I had read several of his father’s novels and essays and could clearly see how the father and son differed in literary style. I also found a copy of a novel his wife, Isabel Fonseca, wrote, titled Attachment. In the story she was plaintive about her husband’s drinking. I remembered how the marriage of Kingsley Amis to Elizabeth Jane Howard had failed due to Kingsley’s drinking. Habits seem to get passed down the generations.
I wanted to give him some feedback on his novels and perhaps address his drinking, which was visible in some of his novels. He called some of them, such as Money, “smirk” novels. Could I do this over one dinner, I wondered. It might seem a bit premature. But then he might like having an encounter with someone who cared about him.
I also looked forward to telling him that I had met his friend the late Christopher Hitchens some fifteen years ago at a New York University panel where I was in the audience. The discussion was the Middle East conflict. The year was circa 2005.

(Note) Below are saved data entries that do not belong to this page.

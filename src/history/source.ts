/**
 * Where histories come from: files, standard input, text. The only part of reading that touches the system.
 */
import { closeSync, createReadStream, openSync, readSync } from 'node:fs'
import { stat } from 'node:fs/promises'
import { Readable } from 'node:stream'
import { createGunzip } from 'node:zlib'
import { InputError, type InputProblem } from './problems.js'

/** Bytes that can be read from the start as often as needed. */
export interface ByteSource {
  /** as given by the user; `-` for standard input */
  readonly name: string
  /** bytes before decompression, where that is known before reading */
  readonly sizeBytes?: number
  /**
   * The bytes, decompressed. A chunk may be overwritten once the next is asked for. Throws InputError when they
   * cannot be read.
   */
  chunks(): AsyncIterable<Uint8Array>
}

const CHUNK = 1 << 20
/** Chunks between two turns for others. */
const BREATHE = 16

/**
 * A file, plain or gzip (by its first two bytes). What is no regular file, a pipe say, is kept as it is read, so
 * that evidence can be fetched from it again. Throws InputError when there is no such file or it is a folder.
 */
export async function fileSource(path: string): Promise<ByteSource> {
  const found = await stat(path).catch((error: NodeJS.ErrnoException) => {
    throw unreadable(path, error)
  })
  if (found.isDirectory()) {
    throw new InputError([
      {
        code: 'not-a-file',
        file: path,
        found: 'a folder',
        expected: 'a file',
        advice: 'name the files in it',
      },
    ])
  }
  if (!found.isFile()) return remembered(path, () => createReadStream(path, { highWaterMark: CHUNK }))
  return { name: path, sizeBytes: found.size, chunks: () => decompressed(path, readFile(path)) }
}

/** Standard input, or another stream, kept as it is read. */
export function standardInputSource(stream: Readable = process.stdin): ByteSource {
  return remembered('-', () => stream)
}

/** A text or bytes in memory. */
export function textSource(name: string, text: string | Uint8Array): ByteSource {
  const bytes = typeof text === 'string' ? new TextEncoder().encode(text) : text
  return { name, sizeBytes: bytes.length, chunks: () => decompressed(name, Readable.from([bytes])) }
}

/**
 * The bytes of a regular file, in one buffer used again and again: a chunk is good until the next is asked for.
 * Read synchronously, which is many times quicker than a trip to the thread pool a chunk; now and then others
 * have their turn.
 */
async function* readFile(path: string): AsyncGenerator<Uint8Array> {
  const file = attempt(path, () => openSync(path, 'r'))
  const buffer = Buffer.allocUnsafeSlow(CHUNK)
  try {
    for (let chunk = 1; ; chunk++) {
      const bytes = attempt(path, () => readSync(file, buffer, 0, CHUNK, null))
      if (bytes === 0) return
      yield buffer.subarray(0, bytes)
      if (chunk % BREATHE === 0) await new Promise((resolve) => setImmediate(resolve))
    }
  } finally {
    closeSync(file)
  }
}

function attempt<T>(path: string, action: () => T): T {
  try {
    return action()
  } catch (error) {
    throw unreadable(path, error as NodeJS.ErrnoException)
  }
}

/** Reads a stream once and answers later reads from memory. */
function remembered(name: string, open: () => Readable): ByteSource {
  let kept: Uint8Array[] | undefined
  async function* raw(): AsyncGenerator<Uint8Array> {
    if (kept) {
      yield* kept
      return
    }
    const chunks: Uint8Array[] = []
    try {
      for await (const chunk of open()) {
        chunks.push(chunk)
        yield chunk
      }
    } catch (error) {
      throw unreadable(name, error as NodeJS.ErrnoException)
    }
    kept = chunks
  }
  return { name, chunks: () => decompressed(name, raw()) }
}

/** Unpacks a gzip stream, told by its first two bytes; passes others through. */
async function* decompressed(name: string, raw: AsyncIterable<Uint8Array>): AsyncGenerator<Uint8Array> {
  const chunks = raw[Symbol.asyncIterator]()
  try {
    const first: Uint8Array[] = []
    // The two bytes may come one by one.
    while (first.reduce((sum, { length }) => sum + length, 0) < 2) {
      const next = await chunks.next()
      if (next.done) break
      // Kept only while the next one is asked for, if this one was a single byte.
      first.push(next.value.length < 2 ? new Uint8Array(next.value) : next.value)
    }
    async function* all(): AsyncGenerator<Uint8Array> {
      yield* first
      for (let next = await chunks.next(); !next.done; next = await chunks.next()) yield next.value
    }
    const [one, two] = Buffer.concat(first.map((chunk) => chunk.subarray(0, 2)))
    if (one === 0x1f && two === 0x8b) yield* gunzipped(name, all())
    else yield* all()
  } finally {
    // Whoever stops early must not leave the file open.
    await chunks.return?.()
  }
}

async function* gunzipped(name: string, packed: AsyncIterable<Uint8Array>): AsyncGenerator<Uint8Array> {
  const gunzip = createGunzip({ chunkSize: CHUNK })
  // The stream queues chunks, so each needs bytes of its own.
  const input = Readable.from(copies(packed))
  input.on('error', (error) => gunzip.destroy(error))
  input.pipe(gunzip)
  try {
    for await (const chunk of gunzip) yield chunk as Uint8Array
  } catch (error) {
    throw isZlibError(error) ? new InputError([gzipProblem(name, error)]) : error
  } finally {
    input.destroy()
  }
}

async function* copies(chunks: AsyncIterable<Uint8Array>): AsyncGenerator<Uint8Array> {
  for await (const chunk of chunks) yield Buffer.from(chunk)
}

function isZlibError(error: unknown): error is NodeJS.ErrnoException {
  return (
    error instanceof Error &&
    /^(Z_|ERR_.*ZLIB|ERR_TRAILING)/.test(String((error as NodeJS.ErrnoException).code))
  )
}

function gzipProblem(name: string, error: NodeJS.ErrnoException): InputProblem {
  const cut = error.code === 'Z_BUF_ERROR'
  return {
    code: cut ? 'gzip-cut-short' : 'bad-gzip',
    file: name,
    found: cut ? 'a gzip stream that is cut short' : `a damaged gzip stream (${error.message})`,
    expected: 'a whole gzip stream',
    advice: 'copy the file again, or unpack what there is of it and check that',
  }
}

function unreadable(name: string, error: NodeJS.ErrnoException): InputError {
  if (error instanceof InputError) return error
  const found =
    error.code === 'ENOENT'
      ? 'no such file'
      : error.code === 'EACCES'
        ? 'a file without permission to read it'
        : error.message
  return new InputError([{ code: 'unreadable', file: name, found, expected: 'a file that can be read' }])
}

We had a lot to talk about, I thought—at least I did—and we even had some people we knew in common. Christopher was Martin’s best friend.
With the stimulus for our talk over dinner settled in my mind, I happily and a bit anxiously walked toward his hotel. It was not every day that I took up a wish and acted on it. Most probably, after our first glass of wine, we would talk about something entirely different from what I had in mind, but then I had a reservoir of questions to keep us engaged.